01:41:11:09: What else should I say for starters? Nobody wants to hurt this much. Even people who court the hurt, who
need
the hurt by way of self-recrimination and penance—they do not want this much of it.

And not for this long. Because after this long, it’s hard to acknowledge that hurt—
this
hurt—resolves into years of poor judgment.

On his computer:
If my wife comes here with Ida jubhjjjjjjjjjjjjjjjjjjjjjjjjjjjjjjjj.
He lifted his head and felt where the keyboard had imprinted his cheek. He was in his study. Floor-to-ceiling bookshelves that receded into the wall.
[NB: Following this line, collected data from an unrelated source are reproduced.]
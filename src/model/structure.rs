//! Multi-wavevector structures Delta(r) = Delta sum_j e^{i phi_j} exp(i q_j.r) (the crate docs,
//! [`theory::landau`](crate::theory::landau)): the named sets of equal-length wavevectors, and the momentum-conserving ordered
//! quadruples (j1, j2, j3, j4) with q_j1 - q_j2 + q_j3 - q_j4 = 0 that the quartic Landau
//! coefficient sums over.

use std::f64::consts::PI;

/// The named structures, in the order they are reported. The names are part of the interface.
pub const STRUCTURE_NAMES: [&str; 6] = [
    "plane",
    "stripe",
    "orthogonal",
    "triangle",
    "square",
    "hexagon",
];

/// A wavevector with the index pairs (i, j) whose difference q_i - q_j it is.
pub type Harmonic = ([f64; 2], Vec<(usize, usize)>);

/// A set of wavevectors (1/nm) with a name.
#[derive(Debug, Clone, PartialEq)]
pub struct Structure {
    /// Name ("plane", "stripe", ..., or a user's "customN").
    pub name: String,
    /// The first harmonics q_j, 1/nm.
    pub wavevectors: Vec<[f64; 2]>,
}

/// q rotated by `angle` (radians).
pub fn rotate(q: [f64; 2], angle: f64) -> [f64; 2] {
    let (s, c) = angle.sin_cos();
    [c * q[0] - s * q[1], s * q[0] + c * q[1]]
}

impl Structure {
    /// The named structure built on the wavevector `q1` (its length and direction): `plane` (q1),
    /// `stripe` (q1, -q1), `orthogonal` (q1 and q1 turned by 90 degrees), `triangle` (three at 120
    /// degrees), `square` (+-q1 and +- q1 turned by 90 degrees), `hexagon` (six at 60 degrees).
    pub fn named(name: &str, q1: [f64; 2]) -> Option<Structure> {
        let turns: &[f64] = match name {
            "plane" => &[0.0],
            "stripe" => &[0.0, 180.0],
            "orthogonal" => &[0.0, 90.0],
            "triangle" => &[0.0, 120.0, 240.0],
            "square" => &[0.0, 180.0, 90.0, 270.0],
            "hexagon" => &[0.0, 60.0, 120.0, 180.0, 240.0, 300.0],
            _ => return None,
        };
        Some(Structure {
            name: name.to_string(),
            wavevectors: turns.iter().map(|d| rotate(q1, d.to_radians())).collect(),
        })
    }

    /// Every named structure on `q1`, in [`STRUCTURE_NAMES`] order.
    pub fn all_named(q1: [f64; 2]) -> Vec<Structure> {
        STRUCTURE_NAMES
            .iter()
            .filter_map(|n| Structure::named(n, q1))
            .collect()
    }

    /// Number of wavevectors n.
    pub fn len(&self) -> usize {
        self.wavevectors.len()
    }

    /// Whether the structure has no wavevector.
    pub fn is_empty(&self) -> bool {
        self.wavevectors.is_empty()
    }

    /// The longest wavevector, 1/nm.
    pub fn q_max(&self) -> f64 {
        longest(&self.wavevectors)
    }

    /// The ordered quadruples with q_j1 - q_j2 + q_j3 - q_j4 = 0, each once.
    pub fn quadruples(&self) -> Vec<[usize; 4]> {
        let qs = &self.wavevectors;
        let n = qs.len();
        let tol = 1e-9 * self.q_max().max(1e-300);
        let mut out = Vec::new();
        for j1 in 0..n {
            for j2 in 0..n {
                for j3 in 0..n {
                    for j4 in 0..n {
                        let s0 = qs[j1][0] - qs[j2][0] + qs[j3][0] - qs[j4][0];
                        let s1 = qs[j1][1] - qs[j2][1] + qs[j3][1] - qs[j4][1];
                        if s0.abs() <= tol && s1.abs() <= tol {
                            out.push([j1, j2, j3, j4]);
                        }
                    }
                }
            }
        }
        out
    }

    /// The harmonics q_i - q_j (i != j) of the second-order intraband density, distinct, each
    /// with the pairs (i, j) that produce it.
    pub fn difference_harmonics(&self) -> Vec<Harmonic> {
        let qs = &self.wavevectors;
        let tol = 1e-9 * self.q_max().max(1e-300);
        let mut out: Vec<Harmonic> = Vec::new();
        for (i, qi) in qs.iter().enumerate() {
            for (j, qj) in qs.iter().enumerate() {
                if i == j {
                    continue;
                }
                let d = [qi[0] - qj[0], qi[1] - qj[1]];
                if d[0].abs() <= tol && d[1].abs() <= tol {
                    continue;
                }
                match out
                    .iter_mut()
                    .find(|(p, _)| (p[0] - d[0]).abs() <= tol && (p[1] - d[1]).abs() <= tol)
                {
                    Some((_, pairs)) => pairs.push((i, j)),
                    None => out.push((d, vec![(i, j)])),
                }
            }
        }
        out
    }
}

/// The phase combination phi_j1 - phi_j2 + phi_j3 - phi_j4 of a quadruple.
pub fn quadruple_phase(phases: &[f64], j: [usize; 4]) -> f64 {
    phases[j[0]] - phases[j[1]] + phases[j[2]] - phases[j[3]]
}

/// The largest |q| of a list of wavevectors (1/nm; 0 for none).
pub fn longest(qs: &[[f64; 2]]) -> f64 {
    qs.iter().map(|q| q[0].hypot(q[1])).fold(0.0, f64::max)
}

/// Real-space average of |sum_j exp(i q_j.r)|^4 over a large square of side `side` (nm), on an
/// `n x n` grid: equals the number of quadruples for incommensurate-free sets once `side` spans
/// many periods. Used as an independent count in the tests.
pub fn real_space_fourth_moment(qs: &[[f64; 2]], side: f64, n: usize) -> f64 {
    fourth_moment_on_rectangle(qs, side, side, n)
}

/// As [`real_space_fourth_moment`] over a rectangle of sides `lx` x `ly` (nm) on an `n x n` grid.
pub fn fourth_moment_on_rectangle(qs: &[[f64; 2]], lx: f64, ly: f64, n: usize) -> f64 {
    let mut sum = 0.0;
    for iy in 0..n {
        for ix in 0..n {
            let x = lx * (ix as f64 + 0.5) / n as f64;
            let y = ly * (iy as f64 + 0.5) / n as f64;
            let (mut re, mut im) = (0.0, 0.0);
            for q in qs {
                let (s, c) = (q[0] * x + q[1] * y).sin_cos();
                re += c;
                im += s;
            }
            let m2 = re * re + im * im;
            sum += m2 * m2;
        }
    }
    sum / (n * n) as f64
}

/// A full turn, for callers that build directions.
pub const TURN: f64 = 2.0 * PI;

#[cfg(test)]
mod tests {
    use super::*;

    /// The quadruple counts of the named structures against the real-space average of
    /// |sum_j exp(i q_j.r)|^4 (the two are equal by Parseval's theorem; common practice). The grid
    /// covers whole periods of every structure: q = 2 pi/L times small integers, with the
    /// rotated sets on a grid commensurate with them.
    #[test]
    fn quadruple_counts_equal_the_real_space_fourth_moment() {
        // Square-lattice-friendly structures: q1 = 2 pi / 1 nm along x, the box 1 nm x 1 nm.
        for name in ["plane", "stripe", "orthogonal", "square"] {
            let s = Structure::named(name, [TURN, 0.0]).unwrap();
            let count = s.quadruples().len() as f64;
            let avg = real_space_fourth_moment(&s.wavevectors, 1.0, 64);
            assert!((count - avg).abs() < 1e-9, "{name}: {count} vs {avg}");
        }
        // 60- and 120-degree sets are periodic on a rectangle of sides 1 and sqrt(3) (q1 along
        // x of length 4 pi): average over that rectangle.
        for name in ["triangle", "hexagon"] {
            let s = Structure::named(name, [2.0 * TURN, 0.0]).unwrap();
            let count = s.quadruples().len() as f64;
            let avg = fourth_moment_on_rectangle(&s.wavevectors, 1.0, 3f64.sqrt(), 96);
            assert!((count - avg).abs() < 1e-8, "{name}: {count} vs {avg}");
        }
        // The counts themselves: 2 n^2 - n for sets without nontrivial coincidences.
        let count = |n: &str| Structure::named(n, [1.0, 0.0]).unwrap().quadruples().len();
        assert_eq!(count("plane"), 1);
        assert_eq!(count("orthogonal"), 6);
        assert_eq!(count("triangle"), 15);
        assert_eq!(count("stripe"), 6);
    }
}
He had planned this room down to the grain of its boards, and yet its blessing was owed to chance. The lights were energy conscious and would turn off for lack of movement after five minutes. This meant that whenever he got to self-immolating about the past, the overheads would go dark and he would come round. Only this time, he’d fallen asleep.

Norman was at the door. He said, “Working on your speech? Great,” and he marched in to have a look. Thurlow hid the screen.